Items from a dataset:

────────────────────────────────────────

def write_checksums(folder: Path, names: Sequence[str]) -> Path:
    """Write ``folder/checksums.sha256`` (sha256sum format, sorted) listing the named files."""
    digests: dict[str, str] = {}
    for name in names:
        with (folder / name).open("rb") as stream:
            digests[name] = hashlib.file_digest(stream, "sha256").hexdigest()
    target = folder / CHECKSUMS_FILE
    target.write_text(checksums_text(digests), encoding="utf-8", newline="\n")
    return target


def _sync_folder(folder: Path) -> None:
    """Flush the folder's files and the folder itself to disk, so a crash cannot leave empty files."""
    for path in sorted(folder.iterdir()):
        if path.is_file():
            with path.open("rb") as stream:
                os.fsync(stream.fileno())
        elif path.is_dir() and not path.is_symlink():
            _sync_folder(path)
    _sync_directory(folder)


def _sync_directory(folder: Path) -> None:
    try:
        descriptor = os.open(folder, os.O_RDONLY)
    except OSError:
        return
    try:
        os.fsync(descriptor)
    except OSError:
        pass
    finally:
        os.close(descriptor)


def draw_charts(document: Mapping[str, Any], executor: Executor) -> dict[str, str]:
    """Every chart of the dossier (:func:`reportgen.render.plots.render_plots`), on ``executor`` where it takes one.

    The hook for drawing charts in parallel: a ``render_plots`` with an ``executor`` parameter is
    given the run's executor (the same worker processes or cluster as the statistics).
    """
    import inspect

    from reportgen.render.plots import render_plots

    if "executor" in inspect.signature(render_plots).parameters:
        return render_plots(document, executor=executor)  # type: ignore[call-arg]
    return render_plots(document)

────────────────────────────────────────

TO DO ▸ Set down each line exactly as it appears in the data.

SOLUTION FOR THIS PROBLEM ▸
def write_checksums(folder: Path, names: Sequence[str]) -> Path:
    """Write ``folder/checksums.sha256`` (sha256sum format, sorted) listing the named files."""
    digests: dict[str, str] = {}
    for name in names:
        with (folder / name).open("rb") as stream:
            digests[name] = hashlib.file_digest(stream, "sha256").hexdigest()
    target = folder / CHECKSUMS_FILE
    target.write_text(checksums_text(digests), encoding="utf-8", newline="\n")
    return target


def _sync_folder(folder: Path) -> None:
    """Flush the folder's files and the folder itself to disk, so a crash cannot leave empty files."""
    for path in sorted(folder.iterdir()):
        if path.is_file():
            with path.open("rb") as stream:
                os.fsync(stream.fileno())
        elif path.is_dir() and not path.is_symlink():
            _sync_folder(path)
    _sync_directory(folder)


def _sync_directory(folder: Path) -> None:
    try:
        descriptor = os.open(folder, os.O_RDONLY)
    except OSError:
        return
    try:
        os.fsync(descriptor)
    except OSError:
        pass
    finally:
        os.close(descriptor)


def draw_charts(document: Mapping[str, Any], executor: Executor) -> dict[str, str]:
    """Every chart of the dossier (:func:`reportgen.render.plots.render_plots`), on ``executor`` where it takes one.

    The hook for drawing charts in parallel: a ``render_plots`` with an ``executor`` parameter is
    given the run's executor (the same worker processes or cluster as the statistics).
    """
    import inspect

    from reportgen.render.plots import render_plots

    if "executor" in inspect.signature(render_plots).parameters:
        return render_plots(document, executor=executor)  # type: ignore[call-arg]
    return render_plots(document)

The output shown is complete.